Random sampling of average questions:
"Why you buttoning your pants?" (PS I was getting dressed?)
"Are you cranky? Are you not having a good day?" (PPS I just took a deep breath)
"What's that guy doing?" (PPPS "that guy" was driving a motorized grocery cart)
Let me add that if you are in public Jack is watching you. He is also giving you a play by play of your actions. The stranger your actions the louder his questions. "WHAT'S THIS GUY WEARING? WHY DOES THIS GUY SMELL TERRIBLE?" You know come to think of it maybe Jack is just saying and asking what we are all thinking. I mean seriously what is that guy wearing and why does he smell terrible? I suppose if you are looking for the truth just ask a 3 year old. They'll give it to you straight......... and then ask you 40 follow up questions.
Monday, October 24, 2011
Friday, September 23, 2011
Further proof that I am raising an old man and not a 3 year old
If you have been following the posts I made you will be familiar with my theory that Jack is secretly an 83 year old man. I have recently gathered more data to support my advanced scientific theory that Jack is geriatric at heart.

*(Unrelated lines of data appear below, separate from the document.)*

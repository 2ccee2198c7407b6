/**
 * Uncertainties and the full-scale estimate in real headless Chromium (browser host): instrument
 * uncertainties entered in the setup editor, error bars drawn and switched off, differences against the
 * baseline with u(Δ), and the full-scale estimate checked against the command line's `project` for the
 * same run, setup and inputs, with its cautions on screen. Screenshots go to test-artifacts/.
 */
import { execFileSync } from 'node:child_process';
import { mkdtempSync, readFileSync, rmSync, writeFileSync } from 'node:fs';
import { tmpdir } from 'node:os';
import { join } from 'node:path';
import type { Page } from 'playwright-core';
import { afterAll, beforeAll, describe, expect, it } from 'vitest';
import { CAUTIONS, projectStallSpeed, type Projection } from '../../core/fullscale/stallSpeed.ts';
import { ARTIFACTS, browserAvailable, openSession, ROOT, type Session, waitReady, UNCERTAINTY } from './browserSetup.ts';

const SAMPLES = join(ROOT, 'sample-runs');
const RUNS = ['run-101-clean.csv', 'run-102-flap10.csv', 'run-103-flap20.csv', 'run-104-clean-timehistory.csv', 'run-201-section.csv'];


/** The aircraft and day typed into the full-scale estimate: invented. */
const AIRCRAFT = { mass: '680', wingArea: '10.2', altitude: '1200', temperature: '32', rh: '70' };

function cli(args: string[]): string {
  return execFileSync(process.execPath, [join(ROOT, 'bin/sweepbook.js'), ...args], { cwd: ROOT, encoding: 'utf8', stdio: ['ignore', 'pipe', 'ignore'] });
}


/** Drawn pixels of a canvas (neither transparent nor white). */
async function ink(page: Page, selector: string): Promise<number> {
  return page.locator(selector).evaluate((canvas: HTMLCanvasElement) => {
    const { data } = canvas.getContext('2d')!.getImageData(0, 0, canvas.width, canvas.height);
    let n = 0;
    for (let i = 0; i < data.length; i += 4) if (data[i + 3]! > 0 && !(data[i]! > 245 && data[i + 1]! > 245 && data[i + 2]! > 245)) n++;
    return n;
  });
}

async function shot(page: Page, name: string) {
  await page.screenshot({ path: join(ARTIFACTS, `${name}.png`) });
}

const run = browserAvailable() ? describe : describe.skip;

run('uncertainties and the full-scale estimate in a real browser', () => {
  let s: Session;
  let page: Page;
  let work: string;
  let setupFile: string;

  beforeAll(async () => {
    work = mkdtempSync(join(tmpdir(), 'sweepbook-e2e-u-'));
    // the sample campaign's setup with the same uncertainty block, for the command line
    const campaign = JSON.parse(readFileSync(join(SAMPLES, 'sweepbook-campaign.json'), 'utf8')) as { setups: Record<string, Record<string, unknown>> };
    const setup = { ...campaign.setups['KM-7 wing']!, uncertainty: Object.fromEntries(Object.entries(UNCERTAINTY).map(([k, v]) => [k, Number(v)])) };
    setupFile = join(work, 'setup-with-uncertainty.json');
    writeFileSync(setupFile, JSON.stringify(setup, null, 2));
    s = await openSession();
    page = s.page;
    await page.goto(s.server.url);
    for (const f of RUNS) await waitReady(page, f);
  });

  afterAll(async () => {
    await s?.close();
    if (work) rmSync(work, { recursive: true, force: true });
  });

  it('offers no error bars while no run has uncertainties', async () => {
    expect(await page.locator('.plot-toolbar .error-bar-toggle input').isDisabled()).toBe(true);
    expect(await page.locator('.plot-toolbar').textContent()).toContain('no uncertainties in the shown runs');
  });

  it('takes instrument uncertainties in the setup editor and reduces the runs again with them', async () => {
    await page.getByRole('tab', { name: 'Setup' }).click();
    expect(await page.getByLabel('Setup being edited').inputValue()).toBe('KM-7 wing');
    for (const [key, value] of Object.entries(UNCERTAINTY)) await page.locator(`#setup-uncertainty-${key}`).fill(value);
    await page.locator('fieldset', { hasText: 'Instrument uncertainties' }).scrollIntoViewIfNeeded();
    await shot(page, 'setup-uncertainties');
    await page.getByRole('button', { name: /^Apply to 4 runs/ }).click();
    await page.getByRole('tab', { name: 'Plots' }).click();
    await page.locator('.plot-toolbar .error-bar-toggle input:not([disabled])').waitFor({ timeout: 30_000 });
    for (const f of RUNS) await waitReady(page, f);
  });

  it('draws error bars on the plots and takes them away with the toggle', async () => {
    for (const f of ['run-102-flap10.csv', 'run-104-clean-timehistory.csv', 'run-201-section.csv']) await page.locator(`tbody[data-run="${f}"] input[type="checkbox"]`).uncheck();
    const toggle = page.locator('.plot-toolbar .error-bar-toggle input');
    expect(await toggle.isChecked()).toBe(true);
    expect(await page.locator('.plot-toolbar .error-bar-toggle').getAttribute('title')).toMatch(/k = 1/);
    // zoom the lift curve to the flapped run's peak (typed ranges: the same view whatever headroom the axes keep),
    // where bars of a few thousandths of CL become visible
    const panel = page.locator('[data-plot="cl-alpha"]');
    await panel.getByRole('button', { name: 'Ranges…' }).click();
    const form = panel.getByRole('form', { name: /Axis ranges/ });
    await form.getByLabel('α from').fill('9');
    await form.getByLabel('α to').fill('18');
    await form.getByLabel('CL from').fill('0.95');
    await form.getByLabel('CL to').fill('1.2');
    await form.getByRole('button', { name: 'Apply' }).click();
    await expect.poll(() => page.locator('[data-plot="cl-alpha"]').getAttribute('data-zoomed')).toBe('yes');
    const ids = ['cl-alpha', 'cd-cl', 'ld-alpha'];
    await expect.poll(() => page.locator('[data-plot="ld-alpha"]').getAttribute('data-error-bars')).toBe('shown');
    // charts redraw at most every 250 ms (ChartCanvas.vue): let the last redraw land before reading pixels
    await page.waitForTimeout(400);
    const withBars = await Promise.all(ids.map((id) => ink(page, `[data-plot="${id}"] canvas`)));
    await shot(page, 'plots-error-bars');
    await toggle.uncheck();
    await expect.poll(() => page.locator('[data-plot="ld-alpha"]').getAttribute('data-error-bars')).toBe('off');
    await page.waitForTimeout(400);
    const without = await Promise.all(ids.map((id) => ink(page, `[data-plot="${id}"] canvas`)));
    // every plot loses the ink of its bars (L/D's are tens of pixels long at low drag)
    ids.forEach((id, i) => expect(withBars[i]!, id).toBeGreaterThan(without[i]! + 30));
    await toggle.check();
    await page.locator('[data-plot="cl-alpha"]').getByRole('button', { name: 'Reset zoom' }).click();
  });

  it('shows each difference against the baseline with its standard uncertainty', async () => {
    await page.getByRole('tab', { name: 'Against baseline' }).click();
    await page.getByLabel('Baseline run').selectOption('run-101-clean.csv');
    await expect.poll(() => page.locator('[data-plot="delta-cl"]').getAttribute('data-series')).toBe('103 · flap 20');
    const head = await page.locator('.delta-table thead th').allTextContents();
    expect(head).toContain('u(ΔCL) [–]');
    const u = await page.locator('.delta-table tbody tr').first().locator('td').nth(3).textContent();
    // a few thousandths: the points' u(CL) with these instruments are 0.002–0.004 each
    expect(u).toMatch(/^± 0\.00\d\d$/);
    expect(await page.locator('[data-plot="delta-cl"]').getAttribute('data-error-bars')).toBe('shown');
    await shot(page, 'against-baseline-uncertainty');
  });

  it('estimates the full-scale stall speed as the command line does, with the cautions on screen', async () => {
    await page.getByRole('tab', { name: 'Full-scale estimate' }).click();
    const cautions = page.locator('.cautions-box');
    // the view is loaded on first use: wait for it, then the cautions must be the first thing in it
    await cautions.waitFor({ state: 'visible' });
    expect(await page.locator('.full-scale > :first-child').getAttribute('class')).toBe('cautions-box');
    expect(await cautions.locator('li').allTextContents()).toEqual(CAUTIONS);
    await page.locator('#fs-mass').fill(AIRCRAFT.mass);
    await page.locator('#fs-wingArea').fill(AIRCRAFT.wingArea);
    await page.locator('#fs-altitude').fill(AIRCRAFT.altitude);
    await page.locator('#fs-temperature').fill(AIRCRAFT.temperature);
    await page.locator('#fs-rh').fill(AIRCRAFT.rh);

    const reference = (file: string) =>
      JSON.parse(
        cli(['project', join(SAMPLES, file), '--setup', setupFile, '--tare', join(SAMPLES, 'windoff-tare.csv'), '--mass-kg', AIRCRAFT.mass, '--wing-area-m2', AIRCRAFT.wingArea,
          '--pressure-altitude-m', AIRCRAFT.altitude, '--temp-c', AIRCRAFT.temperature, '--rh-pct', AIRCRAFT.rh]),
      ) as Projection;
    for (const file of ['run-101-clean.csv', 'run-103-flap20.csv']) {
      const expected = reference(file);
      const row = page.locator(`.fs-table tr[data-run="${file}"]`);
      const cell = row.locator('td[data-col="v-stall"]');
      await expect.poll(() => cell.textContent()).toBe(expected.v_stall_mps.toFixed(1));
      // to the last bits: the browser's V8 and Node's may round a transcendental function differently
      const shown = Number(await cell.getAttribute('data-value'));
      expect(Math.abs(shown - expected.v_stall_mps)).toBeLessThanOrEqual(1e-12 * expected.v_stall_mps);
      expect(await row.locator('td[data-col="v-stall-kt"]').textContent()).toBe(expected.v_stall_kt.toFixed(1));
      expect((await row.locator('td[data-col="cl-max"]').textContent())!.trim()).toBe(expected.cl_max.toFixed(4));
      // and core's function itself, in this process, from the command line's CLmax
      expect(projectStallSpeed({ massKg: 680, wingAreaM2: 10.2, clMax: expected.cl_max, pressureAltitudeM: 1200, tempC: 32, rhPct: 70 }).v_stall_mps).toBeCloseTo(expected.v_stall_mps, 12);
    }
    const air = reference('run-103-flap20.csv');
    expect(await page.locator('[data-air="rho"]').textContent()).toBe(air.rho_kgm3.toFixed(4));
    expect(await page.locator('[data-air="density-altitude"]').textContent()).toBe(air.density_altitude_m.toFixed(0));
    // the flap lowers the stall speed against the clean baseline
    const pct = Number(await page.locator('table.changes tr[data-run="run-103-flap20.csv"] td[data-col="dv-pct"]').getAttribute('data-value'));
    const clean = reference('run-101-clean.csv');
    expect(pct).toBeCloseTo(100 * (air.v_stall_mps / clean.v_stall_mps - 1), 9);
    expect(pct).toBeLessThan(0);
    await shot(page, 'full-scale-estimate');

    // scrolled to the bottom of the view, the cautions are still in sight
    await page.locator('.view').evaluate((v) => v.scrollTo(0, v.scrollHeight));
    const box = (await cautions.boundingBox())!;
    const view = (await page.locator('.view').boundingBox())!;
    expect(box.y).toBeGreaterThanOrEqual(view.y - 1);
    expect(box.y + box.height).toBeLessThanOrEqual(view.y + view.height);
    await shot(page, 'full-scale-estimate-scrolled');
    await page.locator('.view').evaluate((v) => v.scrollTo(0, 0));

    // a refused value is named beside its field, as typed, and no speed is shown from it
    await page.locator('#fs-mass').fill('-680');
    await expect.poll(() => page.locator('#fs-mass-msg .field-error').textContent()).toBe('Aircraft mass: expected a positive number (aircraft mass, kg)');
    expect(await page.locator('.fs-table tr[data-run="run-103-flap20.csv"] td[data-col="v-stall"]').textContent()).toBe('—');
    expect(await cautions.isVisible()).toBe(true);
    await shot(page, 'full-scale-estimate-invalid');
  });

  it('raised no console error and no Content-Security-Policy violation', () => {
    expect(s.problems).toEqual([]);
  });
});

1: While shopping at Target today Jack didn't ask to go see the toys. He didn't ask to see the bikes or the movies or TV's. He wanted to look at vacuums. He wanted so much to peruse the vacuum display that when I dared to turn left towards the cereal aisle he yelled, "No, wait, stop! VACUUMS! MOM, THEY HAVE VACUUMS HERE!" I indulged his inner dust mite annihilator personality and turned the cart to the right and towards the glorious row or shining vacuums. "WOW! Check this one out! It has a hose thing!" So that is what our vacuum has been missing this whole time. A hose thing! Conclusion: Jack likes vacuums more than Count Chocula cereal which can only mean he is 84.
2: Jack regularly calls people "honey," and "sweetie." It is a widely known and established fact that the only people who repeatedly refer to other adults with such names are either over the age of 60, are waitresses in a diner, or are southerners. I've researched it. Trust me. Conclusion: Jack is 84 and a 1/2 or a southerner.

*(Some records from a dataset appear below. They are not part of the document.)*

/**
 * The Plots view in real headless Chromium: a run with a return sweep drawn with its falling branch
 * thin and arrows along both branches; CLmax and the fitted lines marked on request, with the values
 * the engine fits (checked against the same run reduced here in Node); a run whose fit has no CLmax
 * gets a note and no mark; the choices survive a reload; the exported SVG and PNG carry the same marks.
 */
import { mkdtempSync, readFileSync, rmSync, writeFileSync } from 'node:fs';
import { tmpdir } from 'node:os';
import { join } from 'node:path';
import type { Page } from 'playwright-core';
import { afterAll, beforeAll, describe, expect, it } from 'vitest';
import { readSetup, reduceRun } from '../../core/reduction/engine.ts';
import type { ReductionResult } from '../../core/reduction/pipeline.ts';
import { readRunText } from '../../core/formats/runFile.ts';
import { ARTIFACTS, browserAvailable, openSession, ROOT, type Session, waitReady } from './browserSetup.ts';
import { overflowOf, SAMPLE_RUNS, showView } from './screenshots.ts';

const SAMPLES = join(ROOT, 'sample-runs');
const RETURN = 'run-107-clean-return-sweep.csv';
const NO_STALL = 'run-108-clean-no-stall.csv';

interface Drawn {
  datasets: { label: string; role: 'run' | 'fit' | 'clmax'; n: number; first: { x: number; y: number } | null; last: { x: number; y: number } | null }[];
  arrows: number;
}

async function drawn(page: Page, plot: string): Promise<Drawn> {
  const text = await page.locator(`[data-plot="${plot}"] canvas`).getAttribute('data-drawn');
  return JSON.parse(text ?? '{"datasets":[],"arrows":0}') as Drawn;
}

async function importRun(page: Page, path: string, file: string) {
  const [chooser] = await Promise.all([page.waitForEvent('filechooser'), page.getByRole('button', { name: 'Import runs…' }).click()]);
  await chooser.setFiles(path);
  await waitReady(page, file);
  const strip = page.getByRole('region', { name: 'Setup and tare of imported runs' });
  await strip.waitFor();
  await strip.getByRole('button', { name: 'Use these' }).click();
  await strip.waitFor({ state: 'detached' });
  await waitReady(page, file);
}

/** The same run reduced in Node with the sample's setup and tare: what the window's worker must have fitted. */
function reducedHere(text: string, file: string): ReductionResult {
  const s = readSetup('setup-3d.json', readFileSync(join(SAMPLES, 'setup-3d.json'), 'utf8'));
  if (!s.ok) throw new Error(JSON.stringify(s.errors));
  const r = reduceRun({
    run: readRunText(file, text),
    setup: s.value,
    tare: readRunText('windoff-tare.csv', readFileSync(join(SAMPLES, 'windoff-tare.csv'), 'utf8')),
  });
  if (!r.ok) throw new Error(JSON.stringify(r.errors));
  return r.value;
}

const run = browserAvailable() ? describe : describe.skip;

run('the Plots view: sweep branches, CLmax and fitted lines', () => {
  let s: Session;
  let page: Page;
  let work: string;
  const back = reducedHere(readFileSync(join(SAMPLES, RETURN), 'utf8'), RETURN);
  // run 101 cut below the stall (α up to 8°): its fit has no CLmax
  const noStallText = readFileSync(join(SAMPLES, 'run-101-clean.csv'), 'utf8')
    .replace('# run: 101', '# run: 108')
    .split('\n')
    .filter((l) => !/^(9|1\d)\./.test(l))
    .join('\n');
  const noStall = reducedHere(noStallText, NO_STALL);

  beforeAll(async () => {
    work = mkdtempSync(join(tmpdir(), 'sweepbook-e2e-plots-'));
    writeFileSync(join(work, NO_STALL), noStallText);
    s = await openSession();
    page = s.page;
    await page.setViewportSize({ width: 1024, height: 700 });
    await page.goto(s.server.url);
    for (const f of SAMPLE_RUNS) await waitReady(page, f);
    await importRun(page, join(SAMPLES, RETURN), RETURN);
    await importRun(page, join(work, NO_STALL), NO_STALL);
    // a readable picture: the clean wing, flap 20, the return sweep and the run that stops short of stall
    for (const f of ['run-102-flap10.csv', 'run-104-clean-timehistory.csv', 'run-201-section.csv']) {
      await page.locator(`tbody[data-run="${f}"] input[type="checkbox"]`).first().uncheck();
    }
    await showView(page, 'Plots');
  });

  afterAll(async () => {
    await s?.close();
    if (work) rmSync(work, { recursive: true, force: true });
  });

  it('draws the return sweep as its own branches: every point, one arrowhead per branch, a key entry, no marks unasked', async () => {
    expect(noStall.fit.cl_max).toBeNull();
    expect(back.fit_branches.map((b) => [b.direction, b.points])).toEqual([
      ['up', 15],
      ['down', 14],
    ]);
    await expect.poll(async () => (await drawn(page, 'cl-alpha')).datasets.length).toBe(4);
    const lift = await drawn(page, 'cl-alpha');
    expect(lift.datasets.map((d) => d.role)).toEqual(['run', 'run', 'run', 'run']);
    const r107 = lift.datasets.find((d) => d.label === '107 · clean')!;
    expect(r107.n).toBe(29);
    // drawn in file order: it starts at the lowest angle and comes back to it
    expect(r107.first!.x).toBeCloseTo(back.points[0]!.alpha_deg!, 10);
    expect(r107.last!.x).toBeCloseTo(back.points[28]!.alpha_deg!, 10);
    // the other runs are single rising sweeps: the two arrowheads are the return-sweep run's
    expect(lift.arrows).toBe(2);
    await expect.poll(async () => (await drawn(page, 'cd-cl')).arrows).toBe(2);
    const key = page.locator('[data-plot="cl-alpha"] .legend-key');
    expect(await key.evaluateAll((els) => els.map((e) => e.getAttribute('data-key')))).toEqual(['return']);
    expect(await key.textContent()).toBe('return sweep (α falling)');
    expect(await page.getByLabel('Mark CLmax').isChecked()).toBe(false);
  });

  it("marks the fitted CLmax of each run that has one, at the engine's values, and says why a run has none", async () => {
    await page.getByLabel('Mark CLmax').check();
    await expect.poll(async () => (await drawn(page, 'cl-alpha')).datasets.filter((d) => d.role === 'clmax').length).toBe(3);
    const lift = await drawn(page, 'cl-alpha');
    const marks = lift.datasets.filter((d) => d.role === 'clmax');
    expect(marks.map((m) => m.label.split(':')[0])).toEqual(['101 · clean', '103 · flap 20', '107 · clean']);
    const m107 = marks.find((m) => m.label.startsWith('107 · clean'))!;
    expect(m107.n).toBe(1);
    expect(m107.first!.x).toBeCloseTo(back.fit.alpha_cl_max_deg!, 10);
    expect(m107.first!.y).toBeCloseTo(back.fit.cl_max!, 10);
    expect(m107.label).toMatch(/CLmax 0\.\d{4} at α 1\d\.\d\d deg \(.*rising sweep\)/);
    // run 108 stops below the stall: no mark, and the fit's reason under the plot
    expect(marks.some((m) => m.label.startsWith('108'))).toBe(false);
    const notes = page.locator('[data-plot="cl-alpha"] .mark-notes');
    expect(await notes.textContent()).toContain(`108 · clean: no CLmax: ${noStall.fit.cl_max_reason}`);
    // only the lift curve carries CLmax
    expect((await drawn(page, 'cd-cl')).datasets.every((d) => d.role === 'run')).toBe(true);
    expect(await page.locator('[data-plot="cl-alpha"] .legend-key').evaluateAll((els) => els.map((e) => e.getAttribute('data-key')))).toEqual([
      'return',
      'clmax',
    ]);
  });

  it('draws the fitted lift line over the linear range and the fitted polar over its range', async () => {
    await page.getByLabel('Show fitted lines').check();
    await expect.poll(async () => (await drawn(page, 'cl-alpha')).datasets.filter((d) => d.role === 'fit').length).toBe(4);
    const lift = await drawn(page, 'cl-alpha');
    const line = lift.datasets.find((d) => d.role === 'fit' && d.label.startsWith('107 · clean'))!;
    const [lo, hi] = back.fit.linear_range_deg!;
    const a = back.fit.cl_alpha_per_deg!;
    const a0 = back.fit.alpha_zero_lift_deg!;
    expect(line.n).toBe(2);
    expect(line.first!.x).toBeCloseTo(lo, 10);
    expect(line.last!.x).toBeCloseTo(hi, 10);
    expect(line.first!.y).toBeCloseTo(a * (lo - a0), 10);
    expect(line.last!.y).toBeCloseTo(a * (hi - a0), 10);
    // each plot redraws in its own turn (charts/drawQueue.ts): the polar may follow the lift curve by a task
    await expect.poll(async () => (await drawn(page, 'cd-cl')).datasets.filter((d) => d.role === 'fit').length).toBe(4);
    const polar = (await drawn(page, 'cd-cl')).datasets.filter((d) => d.role === 'fit');
    const p107 = polar.find((d) => d.label.startsWith('107 · clean'))!;
    expect(p107.n).toBe(25);
    expect(p107.first!.x).toBeCloseTo(back.fit.cd0! + back.fit.k_induced! * p107.first!.y ** 2, 10);
    // the moment and L/D plots carry no fitted marks
    expect((await drawn(page, 'cm-alpha')).datasets.every((d) => d.role === 'run')).toBe(true);
    expect(await overflowOf(page)).toBe(0);
    await page.screenshot({ path: join(ARTIFACTS, 'plots-marks-1024x700.png') });
    await page.locator('[data-plot="cl-alpha"]').screenshot({ path: join(ARTIFACTS, 'plots-marks-lift-panel.png') });
    await page.setViewportSize({ width: 1400, height: 900 });
    await page.waitForTimeout(400);
    expect(await overflowOf(page)).toBe(0);
    await page.screenshot({ path: join(ARTIFACTS, 'plots-marks-1400x900.png') });
    await page.setViewportSize({ width: 1024, height: 700 });
  });

  it('exports the same marks: the SVG figure and the PNG', async () => {
    const panel = page.locator('[data-plot="cl-alpha"]');
    const [d] = await Promise.all([page.waitForEvent('download'), panel.getByRole('button', { name: 'SVG' }).click()]);
    const svg = readFileSync((await d.path())!, 'utf8');
    writeFileSync(join(ARTIFACTS, 'plots-marks-figure.svg'), svg);
    expect(svg.match(/class="clmax-mark"/g)).toHaveLength(3);
    expect(svg.match(/class="fit-line"/g)).toHaveLength(4);
    expect(svg.match(/class="sweep-arrow"/g)).toHaveLength(2);
    expect(svg.match(/class="branch-falling"/g)).toHaveLength(1);
    expect(svg).toContain(`data-cl-max="${back.fit.cl_max}"`);
    expect(svg).toContain('108 · clean: no CLmax: ');
    const [dp] = await Promise.all([page.waitForEvent('download'), page.locator('[data-plot="cd-cl"]').getByRole('button', { name: 'SVG' }).click()]);
    const polar = readFileSync((await dp.path())!, 'utf8');
    writeFileSync(join(ARTIFACTS, 'plots-marks-polar.svg'), polar);
    expect(polar.match(/class="fit-line"/g)).toHaveLength(4);
    expect(polar).not.toContain('clmax-mark');
    expect(polar.match(/class="sweep-arrow"/g)).toHaveLength(2);
    const [p] = await Promise.all([page.waitForEvent('download'), panel.getByRole('button', { name: 'PNG' }).click()]);
    const png = readFileSync((await p.path())!);
    writeFileSync(join(ARTIFACTS, 'plots-marks-export.png'), png);
    expect(png.subarray(1, 4).toString()).toBe('PNG');
  });

  it('remembers both choices across a reload', async () => {
    await page.reload();
    await waitReady(page, RETURN);
    await showView(page, 'Plots');
    expect(await page.getByLabel('Mark CLmax').isChecked()).toBe(true);
    expect(await page.getByLabel('Show fitted lines').isChecked()).toBe(true);
    await expect.poll(async () => (await drawn(page, 'cl-alpha')).datasets.some((d) => d.role === 'clmax')).toBe(true);
    // hovering runs the plots' own hover mode over runs, fitted lines and CLmax marks without a page error
    const box = (await page.locator('[data-plot="cl-alpha"] canvas').boundingBox())!;
    for (const f of [0.2, 0.5, 0.7, 0.8, 0.9]) await page.mouse.move(box.x + box.width * f, box.y + box.height * (1 - f));
    await page.getByLabel('Mark CLmax').uncheck();
    await page.getByLabel('Show fitted lines').uncheck();
    await expect.poll(async () => (await drawn(page, 'cl-alpha')).datasets.every((d) => d.role === 'run')).toBe(true);
    expect(s.problems).toEqual([]);
  });
});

3: Jack can't walk for more than about 10 steps without launching into a compelling list of ailments. His knees hurt. His hips hurt. His back hurts. Once he told me his eyeball hurt. Guys, he is walking so hard his eyeballs hurt. It's not so much the list of ailments that ages Jack, it's more that he will randomly launch into telling others (IE: complete strangers who aren't interested) about said ailments. The cashier at Safeway, barista at Starbucks, mailman, librarian, neighbor walking dog, dog being walked by neighbor, 9 year old selling candy door to door these kind souls have all been subject to Jack's description of physical ailments. "My Mom walks all the day and my back hurts. I have a boo boo." Most people don't really know what to say. I don't blame them. I don't really know what to say either. I mostly resort to, "Wow that is a lot of stuff going on for you huh? I think you'll be ok." Like most aged people he will convince you that he will not be fine and for you to suggest such a thing is ludicrous. Practically offensive! "I'm not think so. I don't think so. I'm not ok." Conclusion: The ferocity that Jack clings to his list of ongoing and fairly fluid list of ailments proves his chronological age is that of a man over 85.

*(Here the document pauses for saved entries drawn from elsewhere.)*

/**
 * The upflow, repeatability and balance view in real headless Chromium (browser host): the invented
 * upright/inverted pair and six repeats imported through the file input, the upflow shown and applied,
 * the ± 2 s band drawn around a run, a balance file opened and its residuals drawn. Screenshots:
 * test-artifacts/analysis-view.png and analysis-{upflow,repeat,balance}.png.
 */
import { join } from 'node:path';
import type { Page } from 'playwright-core';
import { afterAll, beforeAll, describe, expect, it } from 'vitest';
import { ARTIFACTS, browserAvailable, openSession, ROOT, type Session } from './browserSetup.ts';

const SAMPLES = join(ROOT, 'sample-runs');
const PAIR = ['run-401-upright.csv', 'run-402-inverted.csv'];
const REPEATS = [1, 2, 3, 4, 5, 6].map((i) => `run-50${i}-repeat.csv`);

async function ink(page: Page, selector: string): Promise<number> {
  return page.locator(selector).evaluate((canvas: HTMLCanvasElement) => {
    const { data } = canvas.getContext('2d')!.getImageData(0, 0, canvas.width, canvas.height);
    let drawn = 0;
    for (let i = 0; i < data.length; i += 4) if (data[i + 3]! > 0 && !(data[i]! > 245 && data[i + 1]! > 245 && data[i + 2]! > 245)) drawn++;
    return drawn;
  });
}

const run = browserAvailable() ? describe : describe.skip;

run('upflow, repeats and balance in a real browser', () => {
  let s: Session;
  let page: Page;

  beforeAll(async () => {
    s = await openSession();
    page = s.page;
    await page.goto(s.server.url);
    await page.locator('tbody[data-run="run-101-clean.csv"][data-status="ready"]').waitFor({ timeout: 30_000 });
    const [chooser] = await Promise.all([page.waitForEvent('filechooser'), page.getByRole('button', { name: 'Import runs…' }).click()]);
    await chooser.setFiles([...PAIR, ...REPEATS].map((f) => join(SAMPLES, f)));
    for (const f of [...PAIR, ...REPEATS]) await page.locator(`tbody[data-run="${f}"][data-status="ready"]`).waitFor({ timeout: 30_000 });
    await page.getByRole('tab', { name: 'Upflow, repeats, balance' }).click();
  }, 120_000);

  afterAll(async () => {
    await s?.close();
  });

  it('shows the pair’s upflow with its uncertainty and applies it to the setup in one click', async () => {
    const value = page.getByTestId('upflow-value');
    await expect.poll(() => value.textContent()).toMatch(/^0\.35\d+° ± 0\.00\d+°/);
    await page.getByRole('button', { name: /^Apply 0\.35\d° to setup/ }).click();
    await expect.poll(() => page.locator('.upflow-part .flash').textContent()).toMatch(/flow\.upflow_deg = 0\.35\d+° written to setup "KM-7 wing"/);
  });

  it('draws the ± 2 s repeatability band around the chosen run', async () => {
    await expect
      .poll(() => page.getByTestId('repeat-pooled').textContent(), { timeout: 20_000 })
      .toMatch(/Pooled standard deviation \(1 s, 75 degrees of freedom\): CL 0\.00\d+/);
    expect(await ink(page, '[data-plot="repeat-cl"] canvas')).toBeGreaterThan(2000);
  });

  it('opens a balance file and draws its residuals against the applied load', async () => {
    const [chooser] = await Promise.all([page.waitForEvent('filechooser'), page.getByRole('button', { name: 'Open balance file…' }).click()]);
    await chooser.setFiles(join(SAMPLES, 'balance-b3.json'));
    await page.locator('table[aria-label="Calibration matrix"]').waitFor();
    expect(await page.locator('table[aria-label="Calibration matrix"] tbody tr').count()).toBe(3);
    // the campaign's setup reads lift and drag; balance B3 gives normal, axial and pitch: shown, with a note
    expect(await page.getByTestId('balance-axes-note').textContent()).toMatch(/Not usable with setup "KM-7 wing": .*not lift and drag/);
    expect(await ink(page, '[data-plot="balance-residual-normal"] canvas')).toBeGreaterThan(1000);
    await page.screenshot({ path: join(ARTIFACTS, 'analysis-view.png') });
    for (const part of ['upflow', 'repeat', 'balance']) await page.locator(`.${part}-part`).screenshot({ path: join(ARTIFACTS, `analysis-${part}.png`) });
    expect(s.problems).toEqual([]);
  });
});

4: Jack prefers a diet of things they feed to people post surgery. You know, jello, saltines, dry toast, things like that. Flavor should be feared. The less chewing the better. The more pieces you can cut your food into the better. The blander the better. The more uniform the color of the foods you consume the better. Conclusion: Current food choices are that of a post operative 85 year old. Pass the plain jello and dry toast.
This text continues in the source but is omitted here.